We had returned to the front stoop after supper to enjoy the last of the Indian summer sun when Ben came back up the street, fists crammed into pockets, open suit jacket swinging behind, one trouser leg hooked up on a cowboy boot. He touched the brim of his
Stetson to Mother, carefully stepped over Anne-Marie who was dozing with her head in Mother’s lap, and disappeared into the building. Mother looked after him and shook her head again over his total lack of dress sense. This must have returned her thoughts to my father because after a silence she asked, “Jean-Luc? Do you feel bad about not having a father?”

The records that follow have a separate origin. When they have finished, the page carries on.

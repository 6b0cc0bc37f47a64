import { useRef } from 'react';
import { NavLink, Outlet, useNavigation } from 'react-router';
import { paths } from '@/config/paths';
import { useMe } from '@/features/auth/api/get-me';
import { HeaderAccount } from '@/features/auth/components/header-account';
import { isOwner } from '@/features/auth/hooks/use-member';
import { useRouteFocus } from '@/lib/use-route-focus';

interface NavItem {
  to: string;
  label: string;
  /** Owners only: a cutter never sees the entry (the server refuses them too). */
  ownerOnly?: boolean;
}

/** Only screens that exist are listed; later features add theirs here. */
const NAV_ITEMS: NavItem[] = [
  { to: paths.home.href(), label: 'Overview' },
  { to: paths.clients.href(), label: 'Clients' },
  { to: paths.fabrics.href(), label: 'Fabrics' },
  { to: paths.drafts.href(), label: 'Drafts' },
  { to: paths.queue.href(), label: 'Work queue' },
  { to: paths.studio.href(), label: 'Studio', ownerOnly: true },
];

export function RootLayout() {
  const navigation = useNavigation();
  const { data: me } = useMe();
  const navItems = me ? NAV_ITEMS.filter((item) => !item.ownerOnly || isOwner(me)) : [];
  const mainRef = useRef<HTMLElement>(null);
  useRouteFocus(mainRef);
  return (
    <div className="flex min-h-screen flex-col">
      <a href="#main" className="sr-only focus:not-sr-only focus:absolute focus:left-4 focus:top-4 focus:z-50 focus:rounded-md focus:bg-panel focus:px-4 focus:py-2">
        Skip to content
      </a>
      <header className="border-b border-line bg-panel">
        <div className="mx-auto flex max-w-7xl flex-wrap items-center gap-x-6 px-4 sm:px-6">
          <NavLink to={paths.home.href()} className="flex min-h-touch items-center gap-2 py-3 text-lg font-semibold tracking-tight">
            <img src="/favicon.svg" alt="" className="h-7 w-7" />
            Knitwright
          </NavLink>
          <nav aria-label="Main" className="order-last -mx-1 flex w-full items-center gap-1 overflow-x-auto pb-1 xl:order-none xl:mx-0 xl:w-auto xl:flex-1 xl:pb-0">
            {navItems.map((item) => (
              <NavLink
                key={item.to}
                to={item.to}
                end
                className={({ isActive }) =>
                  `flex min-h-touch items-center whitespace-nowrap rounded-lg px-3 text-sm font-medium ${
                    isActive ? 'bg-accent-soft text-accent-strong' : 'text-muted hover:bg-surface hover:text-ink'
                  }`
                }
              >
                {item.label}
              </NavLink>
            ))}
          </nav>
          <HeaderAccount />
        </div>
      </header>
      {navigation.state === 'loading' && <div className="h-0.5 animate-pulse bg-accent" role="progressbar" aria-label="Loading" />}
      <main id="main" ref={mainRef} tabIndex={-1} className="mx-auto w-full max-w-7xl flex-1 px-4 py-6 sm:px-6 focus:outline-none">
        <Outlet />
      </main>
    </div>
  );
}
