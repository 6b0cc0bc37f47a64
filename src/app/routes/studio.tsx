import { useQueryClient } from '@tanstack/react-query';
import { Alert } from '@/components/ui/alert';
import { ButtonLink } from '@/components/ui/button';
import { Card } from '@/components/ui/card';
import { LoadingState } from '@/components/ui/loading-state';
import { PageHeader } from '@/components/ui/page-header';
import { paths } from '@/config/paths';
import { authKeys } from '@/features/auth/api/auth-keys';
import { meQueryOptions } from '@/features/auth/api/get-me';
import { OwnersOnly } from '@/features/auth/components/owners-only';
import { isOwner, useMember } from '@/features/auth/hooks/use-member';
import { membersQueryOptions } from '@/features/studio/api/get-members';
import { studioQueryOptions, useStudio } from '@/features/studio/api/get-studio';
import { MembersSection } from '@/features/studio/components/members-section';
import { StudioDefaultsForm } from '@/features/studio/components/studio-defaults-form';
import { queryClient } from '@/lib/query-client';

/** Owners get their studio and members loaded with the screen; a cutter asks the server for nothing. */
export async function studioLoader() {
  const me = await queryClient.ensureQueryData(meQueryOptions());
  if (isOwner(me)) await Promise.all([queryClient.ensureQueryData(studioQueryOptions()), queryClient.ensureQueryData(membersQueryOptions())]);
  return null;
}

function StudioScreen() {
  const me = useMember();
  const studio = useStudio();
  const client = useQueryClient();
  const meRefresh = () => void client.invalidateQueries({ queryKey: authKeys.me() });
  return (
    <div className="mx-auto max-w-5xl">
      <PageHeader
        eyebrow="Studio"
        title={studio.data?.name ?? me.studio.name}
        description="The defaults every new draft and print starts from, and the people who work in the studio."
        actions={
          <>
            <ButtonLink to={paths.studioInvitations.href()}>Invitations</ButtonLink>
            <ButtonLink to={paths.studioMail.href()}>Sent mail</ButtonLink>
          </>
        }
      />
      <div className="space-y-6">
        <Card title="Defaults" description="Lengths are shown and typed in the studio's unit.">
          {studio.isPending && <LoadingState>Loading the studio defaults…</LoadingState>}
          {studio.isError && (
            <Alert tone="error" title="The studio defaults could not be loaded">
              {studio.error.message}
            </Alert>
          )}
          {studio.data && <StudioDefaultsForm studio={studio.data} onSaved={meRefresh} />}
        </Card>
        <div id="members">
          <MembersSection
            currentUserId={me.user.id}
            onChanged={(action) => {
              if (action.member.id === me.user.id) meRefresh();
            }}
          />
        </div>
      </div>
    </div>
  );
}

export function StudioRoute() {
  return (
    <OwnersOnly what="The studio's members and defaults">
      <StudioScreen />
    </OwnersOnly>
  );
}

I didn’t answer, just shrugged and pushed out my lower lip. Like most kids, I was uncomfortable when my mother assumed a serious tone and I knew that if I said the wrong thing I might offend her or make whatever was troubling her worse. We had recently had to stop Anne-Marie’s tap-dancing lessons ‘for the time being’, and Mother had grimly predicted that it would be just our rotten luck if the Hollywood talent scouts descended on Miss LaMonte’s studio when Anne-Marie wasn’t there to be discovered.
“I know that Anne-Marie misses having a father,” Mother said, caressing my sister’s sleeping face. “She needs someone to do things for her, someone to cheer her on. Oh, I know you go to her recitals and all, but a brother isn’t a father. Fathers are special to girls, like mothers are to boys.” She slipped her fingers into my hair. “...my good right hand.”
Oh-oh, it’s good right hand time again. And I immediately felt ashamed of this disloyal thought. I stood up and rubbed my upper arms like I was getting cold, and we all went inside.
I first spoke to Ben late one evening about a month later. The year’s first snow had fallen, a slushy snow gray with soot that everyone tracked into the hallway and up the stairs, where it melted into the dents and cracks of the ancient linoleum. Mrs Hanrahan had come down from her fourth-floor rear apartment to scratch on our door (she scratched on doors, rather than knocked) and complain that the halls ought to be mopped right now, so someone didn’t slip and break a hip.